Try drawing a diagram where the Sun is much bigger with respect to the Earth. Make it ten times or a hundred times bigger or go all out and draw it to scale. Suppose it to be so big that it doesn't even look like a circle, but just a straight line of infinite length. Still, only half the Earth is facing it at any given time. Unless sunlight can penetrate the Earth, or somehow leaks around the edges, half the Earth will still be dark.

Update

Ahhh, I see where you're coming from now. Okay, true, if the Sun was infinitely large, or at least extremely large and extremely close, and if light left any given point on the surface of the Sun travelling in all directions, then yes, light rays could reach parts of the Earth not facing toward the Sun. They couldn't actually reach the point on the exact opposite side, but I guess close enough. I confess, I was thinking of light rays travelling from the Sun to the Earth in a direction parallel to a straight line from the center of the Earth to the center of the Sun.

I suppose that all light leaving the surface of the Sun is not travelling directly outward from the center, so to that extent, your model is plausible.
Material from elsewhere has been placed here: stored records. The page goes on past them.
"""Design-file text a workbench writes (tomlkit), and the trace controls behind it."""

from __future__ import annotations

import os
from pathlib import Path

import ipywidgets as W
import tomlkit

from pinlib.design import FORMAT as DESIGN_FORMAT
from pinlib.design import Design, design_from_text
from pinlib.library.loader import BUILTIN_DIR, Library
from pinlib.tomlfile import tomllib
from pinlib.widgets.common import (
    _LABEL,
    _WIDE,
    _num,
    _Panel,
)

# =========================================================================== traces


class _Trace:
    """Trace controls: geometry (microstrip, stripline or per-length values) and length."""

    KINDS = (("microstrip", "microstrip"), ("stripline", "stripline"),
             ("per-length values", "per-length"))

    def __init__(self, panel: _Panel, *, length_cm: float, max_cm: float, min_cm: float = 0.0):
        self.kind = W.Dropdown(options=self.KINDS, value="microstrip", description="Trace",
                               style=_LABEL, layout=_WIDE)
        self.length = W.FloatSlider(value=length_cm, min=min_cm, max=max_cm, step=0.5,
                                    description="Length (cm)", continuous_update=False,
                                    style=_LABEL, layout=_WIDE)
        self.width = W.BoundedFloatText(value=0.20, min=0.01, max=20.0, step=0.01,
                                        description="Width (mm)", style=_LABEL, layout=_WIDE)
        self.height = W.BoundedFloatText(value=0.18, min=0.01, max=20.0, step=0.01,
                                         description="Height (mm)", style=_LABEL, layout=_WIDE)
        self.thickness = W.BoundedFloatText(value=35.0, min=1.0, max=500.0, step=1.0,
                                            description="Copper (µm)", style=_LABEL,
                                            layout=_WIDE)
        self.er = W.BoundedFloatText(value=4.2, min=1.0, max=20.0, step=0.1, description="εr",
                                     style=_LABEL, layout=_WIDE)
        self.c_per_cm = W.BoundedFloatText(value=0.8, min=0.0, max=100.0, step=0.05,
                                           description="C (pF/cm)", style=_LABEL, layout=_WIDE)
        self.delay_per_cm = W.BoundedFloatText(value=60.0, min=10.0, max=10000.0, step=1.0,
                                               description="Delay (ps/cm)", style=_LABEL,
                                               layout=_WIDE)
        self.kind.observe(self._show_fields, names="value")
        panel._watch(self.kind, self.length, self.width, self.height, self.thickness, self.er,
                     self.c_per_cm, self.delay_per_cm)
        panel._choice("geometry", self.kind)
        panel._number("length", self.length, 100.0)
        panel._number("width", self.width, 1e3)
        panel._number("height", self.height, 1e3)
        panel._number("thickness", self.thickness, 1e6)
        panel._number("er", self.er)
        panel._number("capacitance_per_length", self.c_per_cm, 1e12 / 100.0)
        panel._number("delay_per_length", self.delay_per_cm, 1e12 / 100.0)
        self.box = W.VBox([self.kind, self.length, self.width, self.height, self.thickness,
                           self.er, self.c_per_cm, self.delay_per_cm])
        self._show_fields()

    def _show_fields(self, change=None) -> None:
        kind = self.kind.value
        board = kind != "per-length"
        for c in (self.width, self.height, self.thickness, self.er):
            c.layout.display = None if board else "none"
        for c in (self.c_per_cm, self.delay_per_cm):
            c.layout.display = None if not board else "none"
        # microstrip: height above its plane; stripline: plane-to-plane spacing
        self.height.description = "Spacing (mm)" if kind == "stripline" else "Height (mm)"

    def geometry(self) -> dict | None:
        """The ``[board.geometry.NAME]`` table, or None for per-length values."""
        kind = self.kind.value
        if kind == "per-length":
            return None
        out = {"kind": kind, "width": f"{_num(self.width.value)} mm"}
        out["spacing" if kind == "stripline" else "height"] = f"{_num(self.height.value)} mm"
        out["thickness"] = f"{_num(self.thickness.value)} µm"
        out["er"] = float(self.er.value)
        return out

    def entry(self, geometry_name: str) -> dict:
        """The trace or line inline table (without a series resistor)."""
        out = {"length": f"{_num(self.length.value)} cm"}
        if self.kind.value == "per-length":
            out["capacitance"] = f"{_num(self.c_per_cm.value)} pF/cm"
            out["delay"] = f"{_num(self.delay_per_cm.value)} ps/cm"
        else:
            out["geometry"] = geometry_name
        return out


def _inline(d: dict):
    t = tomlkit.inline_table()
    for k, v in d.items():
        t[k] = v
    return t


def _design_doc(title: str, comment: str, library: list[str], geometry: dict | None):
    doc = tomlkit.document()
    doc.add(tomlkit.comment(comment))
    doc.add("format", DESIGN_FORMAT)
    doc.add("title", title)
    if library:
        doc.add("library", library)
    if geometry is not None:
        table = tomlkit.table()
        for k, v in geometry.items():
            table.add(k, v)
        geoms = tomlkit.table(is_super_table=True)
        geoms.add("trace", table)
        board = tomlkit.table(is_super_table=True)
        board.add("geometry", geoms)
        doc.add(tomlkit.nl())
        doc.add("board", board)
    return doc


def _devices_array(devices: list[dict]):
    arr = tomlkit.array()
    for d in devices:
        arr.append(_inline(d))
    return arr.multiline(True)


def _library_entries(folders: list[Path], base: Path | None) -> list[str]:
    out = []
    for f in folders:
        f = Path(f)
        if base is None:
            out.append(f.as_posix())
        else:
            out.append(Path(os.path.relpath(f.resolve(), base.resolve())).as_posix())
    return out


def _team_folders(library: Library) -> list[Path]:
    builtin = Path(BUILTIN_DIR).resolve()
    return [Path(f) for f in library.folders if Path(f).resolve() != builtin]


def _load(text: str, library: Library, path: Path | None = None) -> Design:
    return design_from_text(tomllib.loads(text), text, path, library=library)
Frankly I don't know enough about the physics to say how close that resembles reality. I'd think more light is travelling directly out from the center than at tangents, because the Sun is not a dark core with a thin glowing surface, but rather produces light from within. I have no idea what the relative numbers are though. But I guess the question is not the amount of light, but any light. So let's accept your model.

So yes, if the Sun was big enough and close enough, light from, say, the north pole of the Sun could hit a point on the "far side" of the Earth at a tangent. As in my diagram.
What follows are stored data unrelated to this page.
class _Parts:
    """Pin and timing data of each device, the substituted position stacked."""

    def __init__(self, lim, swap):
        self.lim = lim
        self.ref, self.parts = swap if swap else (None, None)
        self._timing: dict = {}
        self._pins: dict = {}
        self._defaults: dict = {}

    def part_of(self, dev: Device) -> Part | None:
        return None if dev.ref == self.ref else dev.part

    def pins(self, dev: Device, function: str, vdd: float):
        key = (dev.ref, dev.side, function, vdd)
        if key in self._pins:
            return self._pins[key]
        parts = self.parts if dev.ref == self.ref else [dev.part]
        side = None if dev.ref == self.ref else dev.side
        found = [p.pin_for(function, side) for p in parts]
        if found[0] is None:
            self._pins[key] = None
            return None
        if vdd not in self._defaults:
            self._defaults[vdd] = (self.lim.default_sink(vdd), self.lim.default_levels())
        d = self._defaults[vdd]
        out = self._pins[key] = _stack([_pin_data(pin, name, p, dev, self.lim, vdd, d)
                                        for (name, pin), p in zip(found, parts, strict=True)])
        return out

    def timing(self, dev: Device) -> TimingData:
        key = (dev.ref, dev.side)
        if key not in self._timing:
            parts = self.parts if dev.ref == self.ref else [dev.part]
            self._timing[key] = _stack([_timing_data(p, dev, self.lim) for p in parts])
        return self._timing[key]


def _taps(seg: Segment, function: str, parts: _Parts, scen: Scenario) -> list[_Tap]:
    out = []
    for d in seg.devices:
        own = d.supply is not None and not math.isclose(d.supply, seg.supply, rel_tol=1e-9)
        vdd = d.supply if own else seg.supply
        pin = parts.pins(d, function, vdd)
        if pin is None:
            continue
        part = parts.part_of(d)
        out.append(_Tap(d, part, pin, parts.timing(d), vdd, own, _is_mosfet(part),
                        scen.tap_rail(vdd, seg)))
    return out


def _line(bus, seg, signal, function, v, parts, scen, lim, board) -> _Line:
    taps = _taps(seg, function, parts, scen)
    c_pins = 0.0
    for t in taps:
        c_pins = c_pins + t.pin.c_in * scen.pin_factor(t.dev, bus)
    traces, cables, extra = board
    cb = c_pins + traces + cables + extra
    leak = 0.0
    for t in taps:
        leak = leak + t.pin.leakage
    drivers = []
    for t in taps:
        if not t.pin.driver:
            continue
        v_ol = _corner(t.pin.v_ol, t, v, "max")
        i_ol = t.pin.i_ol
        offset = None
        if t.part is not None and t.dev.side is not None and _offset_side(t.dev) == t.dev.side:
            side = t.part.sides[t.dev.side]
            if side.low_offset is not None:
                offset = np.max(_corner(Level.of(side.low_offset), t, v, "max"), axis=1,
                                keepdims=True)
        drivers.append(_Driver(t, v_ol, i_ol, v_ol / i_ol,
                               scen.series(bus, seg, t.dev, signal), offset))
    receivers = [_Receiver(t, _corner(t.pin.v_il, t, v, "min"), _corner(t.pin.v_ih, t, v, "max"))
                 for t in taps if t.pin.receiver]
    contributors = []
    for t in taps:
        for value in (t.pin.pullup, t.pin.pullup_internal):
            if value is not None:
                contributors.append(scen.contributor(bus, seg, signal, len(contributors), value))
    r_parts = pu.parallel(*contributors) if contributors else math.inf
    v_max = v[:, -1:]
    best = 0.0
    for d in drivers:
        best = np.maximum(best, (v_max - d.v_ol[:, -1:]) / d.i_ol)
    rp_min = np.where(np.asarray(best) > 0, best, 1e-3)
    factor = lim.rise_factor(v[:, :1])
    cb_arr = np.asarray(cb, dtype=float)
    with np.errstate(divide="ignore"):
        rp_max = np.where(cb_arr > 0, lim.tr_max / (factor * np.where(cb_arr > 0, cb_arr, 1.0)),
                          math.inf)
    return _Line(signal, taps, cb, leak, drivers, receivers, r_parts, rp_min, rp_max, factor)


def _choose(s: _Seg) -> None:
    """The engine's ``auto`` rule for every variant: the series value with the largest
    smaller tolerance-adjusted margin to Rp(min) and Rp(max) on both lines."""
    seg = s.seg
    if seg.pullup != "auto":
        for ln in s.lines.values():
            ln.pullup = float(seg.pullup)
        return
    cand = eseries.values_in_range(seg.pullup_series, 10.0, 10e6)[None, :]
    worst = np.full(cand.shape, np.inf)
    for ln in s.lines.values():
        lo, hi = pu.pullup_margins(cand, ln.rp_min, ln.rp_max, s.tol, ln.r_parts)
        worst = np.minimum(worst, np.minimum(lo, hi))
    chosen = cand[0, np.argmax(worst, axis=1)][:, None]
    for ln in s.lines.values():
        ln.pullup = chosen


def _links(segs: list[_Seg]) -> dict[int, list[_Link]]:
    where: dict[str, list] = {}
    for s in segs:
        for d in s.seg.devices:
            if d.is_bridge:
                where.setdefault(d.ref, []).append((s.index, d))
    out: dict[int, list[_Link]] = {s.index: [] for s in segs}
    for places in where.values():
        if len(places) != 2:
            continue
        (ia, da), (ib, db) = places
        br = da.part.bridge
        kind = br.kind if br else "buffer"
        r_on = float(br.r_on.value) if br and br.r_on is not None else 0.0
        t_pd = float(da.part.timing.t_pd.value) if da.part.timing.t_pd is not None else 0.0
        out[ia].append(_Link(da, ib, kind, r_on, t_pd))
        out[ib].append(_Link(db, ia, kind, r_on, t_pd))
    return out


def _rp_min_coupled(s: _Seg, signal: str, segs: list[_Seg], links: list[_Link]):
    """Rp(min) of a segment joined to others through pass transistors (the engine's)."""
    v_max = s.v[:, -1:]
    far = [(link, segs[link.other], segs[link.other].v[:, -1:], segs[link.other].r_lo(signal))
           for link in links if link.kind == "mosfet"]
    best = np.asarray(1e-3)
    for d in s.lines[signal].drivers:
        v_ol = d.v_ol[:, -1:]
        i_far = 0
        for link, _, vo, rp in far:
            i_far = i_far + np.maximum(vo - v_ol, 0.0) / (rp + link.r_on)
        budget_i = d.i_ol - i_far
        ok = budget_i > 0
        r = np.where(ok, (v_max - v_ol) / np.where(ok, budget_i, 1.0), math.inf)
        best = np.where(r > best, r, best)
    for link, other, vo, rp_o in far:
        for d in other.lines[signal].drivers:
            if d.tap.dev.is_bridge:
                continue
            v_ol = d.v_ol[:, -1:]
            budget_i = d.i_ol - np.maximum(vo - v_ol, 0.0) / rp_o
            ok = budget_i > 0
            r = np.where(ok, (v_max - v_ol) / np.where(ok, budget_i, 1.0) - link.r_on, math.inf)
            best = np.where(r > best, r, best)
    return best


def _couple(segs: list[_Seg], links: dict[int, list[_Link]], scen: Scenario) -> None:
    coupled = [s for s in segs if any(ln.kind == "mosfet" for ln in links[s.index])]
    if not scen.chooses:
        for s in coupled:
            for sig, ln in s.lines.items():
                ln.rp_min = _rp_min_coupled(s, sig, segs, links[s.index])
        return
    # the engine re-chooses each segment against the others' present values, at most 8
    # rounds; a variant that settled stays settled, so the rounds run until none moves
    for _ in range(8):
        changed = False
        for s in coupled:
            for sig, ln in s.lines.items():
                ln.rp_min = _rp_min_coupled(s, sig, segs, links[s.index])
            before = s.lines["sda"].pullup
            _choose(s)
            changed |= bool(np.any(s.lines["sda"].pullup != before))
        if not changed:
            break


# ============================================================================ checks


@dataclass
class BatchCheck:
    """One check of the engine, for every variant of the batch.

    Attributes
    ----------
    id : str
        The engine's check id (``rise-time``...). [1]
    segment : str
        The segment id. [1]
    signal : str or None
        ``"SDA"``/``"SCL"`` for a check of one line. [1]
    value, limit : numpy.ndarray or None
        At the worst corner and element, shape ``(N,)``; None for a yes/no check. [unit]
    margin : numpy.ndarray or None
        Relative margin, shape ``(N,)``; None for a yes/no check. [1]
    status : numpy.ndarray
        Index into :data:`STATUS`, shape ``(N,)``. [1]
    unit : str
        Unit of value and limit. [1]
    """

    id: str
    segment: str
    signal: str | None
    value: Any
    limit: Any
    margin: Any
    status: Any
    unit: str = ""

    @property
    def label(self) -> str:
        return f"{self.id} {self.signal}" if self.signal else self.id


@dataclass
class SegmentBatch:
    id: str
    checks: list[BatchCheck] = field(default_factory=list)
    figures: dict = field(default_factory=dict)


@dataclass
class BusBatch:
    """The checks of one open-drain bus over a batch, segment by segment (in the
    engine's order within each)."""

    bus: str
    n: int
    segments: list[SegmentBatch] = field(default_factory=list)

    def checks(self):
        """Every check: (segment id, BatchCheck)."""
        for s in self.segments:
            for c in s.checks:
                yield s.id, c


class _Out:
    def __init__(self, seg_id: str, n: int):
        self.seg_id, self.n = seg_id, n
        self.checks: list[BatchCheck] = []

    def _n(self, x):
        return np.broadcast_to(np.asarray(x, dtype=float).reshape(-1), (self.n,)) \
            if np.size(x) in (1, self.n) else np.asarray(x, dtype=float).reshape(self.n)

    def pick(self, id, signal, rows, warn, unit):
        """The worst (row, corner) of margin arrays: ``rows`` of (margin, value, limit)
        and optionally a per-row warning threshold."""
        shape = np.broadcast_shapes(*[np.shape(a) for r in rows for a in r[:3]],
                                    (self.n, 1))
        if len(rows) == 1 and shape[1] == 1 and not isinstance(warn, (list, tuple)):
            m, v, lim = (np.broadcast_to(a, shape)[:, 0] for a in rows[0][:3])
            self.add(id, signal, v, lim, m, status_codes(m, warn), unit)
            return
        ms = np.stack([np.broadcast_to(r[0], shape) for r in rows], axis=1)
        vs = np.stack([np.broadcast_to(r[1], shape) for r in rows], axis=1)
        ls = np.stack([np.broadcast_to(r[2], shape) for r in rows], axis=1)
        flat = ms.reshape(shape[0], -1)
        idx = np.argmin(np.where(np.isnan(flat), -np.inf, flat), axis=1)[:, None]
        margin = np.take_along_axis(flat, idx, axis=1)[:, 0]
        value = np.take_along_axis(vs.reshape(shape[0], -1), idx, axis=1)[:, 0]
        limit = np.take_along_axis(ls.reshape(shape[0], -1), idx, axis=1)[:, 0]
        if isinstance(warn, (list, tuple)):
            w = np.stack([np.broadcast_to(np.asarray(x, dtype=float).reshape(-1, 1)
                                          if np.ndim(x) else x, (shape[0], 1))[:, 0]
                          for x in warn], axis=1)
            warn = np.take_along_axis(w, idx // shape[1], axis=1)[:, 0]
        self.add(id, signal, value, limit, margin, status_codes(margin, warn), unit)

    def add(self, id, signal, value, limit, margin, status, unit=""):
        self.checks.append(BatchCheck(
            id, self.seg_id, signal,
            None if value is None else self._n(value),
            None if limit is None else self._n(limit),
            None if margin is None else self._n(margin),
            np.broadcast_to(np.asarray(status, dtype=np.int8).reshape(-1), (self.n,))
            if np.size(status) == 1 else np.asarray(status, dtype=np.int8).reshape(self.n),
            unit))

    def truth(self, id, signal, ok):
        self.add(id, signal, None, None, None, np.where(np.asarray(ok), 0, 2))


def _worst_max(x):
    """Largest over the corner axis. [unit]"""
    return np.max(x, axis=1, keepdims=True)


def _far(s: _Seg, segs: list[_Seg], links: list[_Link], signal: str):
    return [(link, segs[link.other].v, segs[link.other].r_lo(signal)) for link in links
            if link.kind == "mosfet"]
In real life, though, it's not THAT big or THAT close. Let's run the numbers.

enter image description here

Let $s$ be the distance from the Earth to the Sun, $r$ the radius of the Sun, and $A$ the angle along the curve of the Earth from the north pole. Then we have the triangle shown below, where $h$ is the height of the triangle. The radius of the Earth is very small compared to all the other numbers here, and so basically gets lost in the rounding. As $s$ is very large compared to $r$, $h$ is very close to $r$, so just to keep the geometry simple, let's assume $h=r$. (As $r \ge h$, calculating the real value for $h$ hurts your case.)
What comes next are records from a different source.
# pinlib/physics/driver.py
NOT_NUMBERS = "not a number or an array of numbers"
UNKNOWN_MEASURING_LEVELS = "unknown measuring levels"
NO_EDGE_POINTS = "no edge points"
LENGTHS_DIFFER = "{a} and {b} differ in length"
DRIVER_NEEDS_PUSH_PULL = "a driver model needs a push-pull pin"
# FitWarning texts of fit_driver, not errors (times, loads and resistances come filled in
# with their SI prefix, "2.2 ns"; levels as "10-90"; tolerances as "5%")
FIT_EDGE_FALLS_WITH_LOAD = ("{levels} % edge time falls as the load rises ({time_a} at "
                            "{load_a}, {time_b} at {load_b}): no positive r_out fits these "
                            "points")
FIT_R_OUT_TO_ZERO = ("the best fit drives r_out to zero ({r_out}): the edge time hardly grows "
                     "with load, so these points support no positive r_out")
# pinlib/library/plausible.py: an r_out the pin's own edge points contradict
R_OUT_SLOWER_THAN_EDGES = ("alone it gives a {levels} % {direction} of {model} into {load}, "
                           "slower than the {time} the pin's edges state there")
R_OUT_EDGES_RULE = ("an r_out whose RC edge into each stated load (ln 9 · r_out · C for 10-90 %) "
                    "is no slower than the edge stated there: record r_out and the edges from "
                    "the same datasheet, or leave r_out out and let the edges set it")
FIT_R_OUT_ALONE_TOO_SLOW = ("r_out {r_out} alone gives {model} at {load}, slower than the "
                            "datasheet's {time} with no ramp at all")
FIT_POINTS_DO_NOT_FIT = ("the points do not fit the driver model within {tolerance}: at {load} "
                         "({levels} %) the model gives {model} against {time}")
FIT_R_OUT_POORLY_DETERMINED = ("r_out is poorly determined by these points: a {tolerance} error "
                               "in the edge times moves it by about {spread} (r_out C is small "
                               "against t_ramp at every load, or the loads are too close)")
FIT_TWO_DRIVERS = ("the points fit two drivers within {tolerance}: r_out {r_out} with t_ramp "
                   "{t_ramp}, and r_out {other_r_out} with t_ramp {other_t_ramp}; the first is "
                   "used")

# ---------------------------------------------------------------- bus engines
# pinlib/engines/limits.py, opendrain.py, pushpull.py, pushline/
NOT_OPEN_DRAIN_BUS = "not an open-drain bus"
NOT_PUSH_PULL_BUS = "the push-pull engine evaluates spi and gpio buses"
NO_DRIVER_ON_LINE = "no device drives this line"
#: An SMBus line on a rail whose minimum does not exceed the rise's upper measuring
#: point (VIH,min + 0.15 V): it never gets there (pinlib/engines/opendrain/wording.py).
RISE_ABOVE_RAIL = ("{line} never rises to {level}, where its rise time ends: the "
                   "rail's minimum {vdd} does not reach it")
RISE_ABOVE_RAIL_FIX = ("a rail whose minimum stays above {level} (a higher supply or "
                       "a tighter tolerance)")
#: Figures a rise that never completes leaves without a value (wording_segment.py).
RISE_NONE_RAIL = "none: {line} never rises to {level}, above the rail's minimum {vdd}"
RISE_FACTOR_NONE = "none: the rail's minimum {vdd} does not exceed {level}"
RP_MAX_NO_RISE = "no upper bound from the rise: it never reaches {level} (see Rise time)"
SETUP_NO_RISE = ("SDA data setup: none, SDA never rises to {level}, where its rise time "
                 "ends (see Rise time), against tSU;DAT {limit}")
#: A candidate's edge figure that is infinite (pinlib/studies/candidates.py).
FIGURE_EDGE_NEVER_ENDS = "the line never reaches the level its edge ends at (see its check)"
LINE_HELD_LOW = ("{signal}'s pull-up {rp} (as evaluated, within its tolerance) "
                 "against the pins' leakage {leak} would drop {drop}, more than "
                 "the {rail} rail: the line never rises")
# pinlib/engines/dispatch.py: hints naming where an error an engine met comes from
THRESHOLDS_INVERTED = ("v_il {v_il} lies above v_ih {v_ih} at every supply: no input "
                       "reads that way (the two swapped, or a slip?)")
THRESHOLDS_INVERTED_AT_RAIL = ("its pin {pin} has v_il {v_il} above v_ih {v_ih} on this "
                               "device's {rail} rail: no input reads that way")
OUTPUT_LEVELS_INVERTED_AT_RAIL = ("its pin {pin} has v_oh {v_oh} at or below v_ol {v_ol} on "
                                  "this device's {rail} rail: no output drives that way")
F_MAX_NOT_POSITIVE = "a maximum clock of 0 Hz allows no clock at all"
SPI_MODES_BAD_LIST = ("a list of the SPI modes the part works in, each once (an empty "
                      "list would allow none)")
SPI_MODE_NOT_0_TO_3 = "an SPI mode is a whole number from 0 to 3 (CPOL·2 + CPHA)"
#: The hint of a TOML file that ends inside a value, a table or an array.
TOML_ENDS_EARLY = ("the file ends in the middle of something written on or before this "
                   "line (a value, an array, an inline table): it may have been cut short")
#: The heading of an SPI bus's flights in ``pinlib check --detail``.
FLIGHTS_HEAD = ("flights: from the driver's timing reference (its output at 50 % of its "
                "supply into its test load) to the receiver's VIL(max) or VIH(min), "
                "earliest and latest, as the timing checks above take them (—: no "
                "check takes that end, or the receiver never crosses its threshold)")
#: Why a candidate's worst margin is "—" where a yes/no check (power-off, a supported SPI
#: mode) sets its status.
WORST_YES_NO = "a yes/no check, which has no margin, sets the status"
STATUS_SET_ELSEWHERE = ("† {status} set by {check}: a check no part at {ref} can move "
                        "(pinlib check shows it)")
# Under a candidate ranking (or the corners' table) where a row warns at a negative
# margin
CANDIDATE_WARN_BEYOND = ("WARN at a negative margin: beyond a limit that is a class's "
                         "typical value, an estimate or a rule of thumb, which warns "
                         "(pinlib check says which); record the datasheet's values to "
                         "make it firm")
#: A note on an I2C/SMBus line: pins whose stated sink guarantees less current at the
#: specification's VOL than the specification asks of every device.
SINK_BELOW_SPEC = ("sink rated below the specification's {rule} ({source}): the pull-up "
                   "window follows each pin's own rating, but the part itself does not meet "
                   "the specification (a pull-up sized to the specification, on a module or "
                   "another board, may be too strong for it)")
#: A bus's capacitance_tolerance drawn low on a push-pull line: the inductance held, the
#: delay falls with the square root of the capacitance.
BOARD_C_FASTER_THAN_LIGHT = ("a board capacitance {low} below the stated one would carry an "
                             "edge along {label} faster than light (the inductance per length "
                             "held, the delay falls with the square root of the capacitance)")
BOARD_C_TOLERANCE_AT_MOST = "a capacitance_tolerance of at most {most} on this bus's lines"
BOARD_C_TOLERANCE_BELOW_ALL = "a capacitance_tolerance below 100 %"
LEVEL_BELOW_GROUND = "an output low level below ground at this rail"
LEVEL_BELOW_GROUND_EXPECTED = ("a level at or above 0 V; it resolves to {level} at VDD {vdd} "
                               "(write it in volts, or relative to a supply it suits)")
PIN_VALUE_AT_SUPPLY = "{part} as {ref} on bus '{bus}' at its supply {vdd} ({where})"
MET_EVALUATING_BUS = "met evaluating bus '{bus}', in the value '{field}' computed from it"
TOO_MANY_TIME_STEPS = "the line's waveform would need {steps} time steps (at most {limit})"
# a ValidityWarning of a trace model given again with the geometry it is about
GEOMETRY_WARNING = "geometry '{name}': {text}"
NO_FINITE_RECORD = ("the line's waveform has no finite length: a section's delay or impedance "
                    "is not a number")
# pinlib/engines/spi/
UNKNOWN_SPI_MODE = "unknown SPI mode"
NEGATIVE_PERIOD_COEFFICIENT = "a margin's period coefficient must not be negative"
CONTROLLER_LACKS_PUSH_PULL_PIN = "the controller has no push-pull {function} pin"
ZERO_LENGTH_NOT_SCALED = "a line of zero length cannot be scaled"
NO_SUCH_PERIPHERAL = "no such peripheral on the bus"
NO_T_VALID_TO_VARY = "the peripheral records no t_valid to vary"
# a timing check whose available time rests on the CS lead (lag) pinlib assumes for a
# controller that records none: its source and its fix, and the highest clock it sets
CS_TIMING_ASSUMED = ("the time available rests on an assumed {what}: {assumption}; the "
                     "controller's {field} from its datasheet makes this a full check")
CS_TIMING_ASSUMED_FIX = ("record the controller's {field} (its {what}) from its datasheet: "
                         "half a clock period is assumed in its place")
# pinlib/engines/spi/evaluate.py, on a bus with tolerances (pinlib/engines/ppworst.py):
# the figures max_clock and max_clock_edge_rule are the lowest over the corners, and
# their notes give that number, the board as designed's beside it
CLOCK_AT_WORST_CORNER = ("highest clock {low} at the worst corner of the tolerances "
                         "({nominal} as designed{nominal_by}): what the timing budget and "
                         "the parts' f_max allow there, set by {by}")
EDGE_RULE_AT_WORST_CORNER = ("highest clock by the edge rule of thumb {low} at the worst "
                             "corner of the tolerances ({nominal} as designed, set by "
                             "{line}): every {edges} keeps within {percent} % of the period "
                             "up to it; it warns, it does not limit")
# pinlib/present/values.py: after what sets the highest clock, in the summary line and
# the figure "Highest clock set by" ({what}: "CS lead", "CS lag")
SET_ON_ASSUMED_CS = ", on an assumed {what}"
CLOCK_ON_ASSUMED_CS = ("which rests on the {what} assumed for {ref} (half a clock period: "
                       "it records no {field}); {ref}'s {field} from its datasheet makes "
                       "the figure a full one")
So geometry tells us that $r=s * \sin A$.

The Sun is about 93 million miles away. So for light rays in this scenario to reach 45 degrees past the Earth's north pole, we'd have:

$$ r = 93,000,000 * \sin(45) \\ r = 93,000,000 * \frac{\sqrt 2}{2} \\ r \approx 65,000,000 \\ $$

That is, the radius of the sun would have to be more than 65 million miles. In real life it's nowhere near that, it's more like 432,000.

So how far past the pole can the light really bleed?

$$ h \ge s * \sin A \\ \sin A \le h / s \\ \sin A \le \frac {432,000}{93,000,000} \\ \sin A \le .004645 \\ A \le 0.266 °\\ $$

That is, sunlight can "bleed" past the pole by about 1/4 of 1 degree.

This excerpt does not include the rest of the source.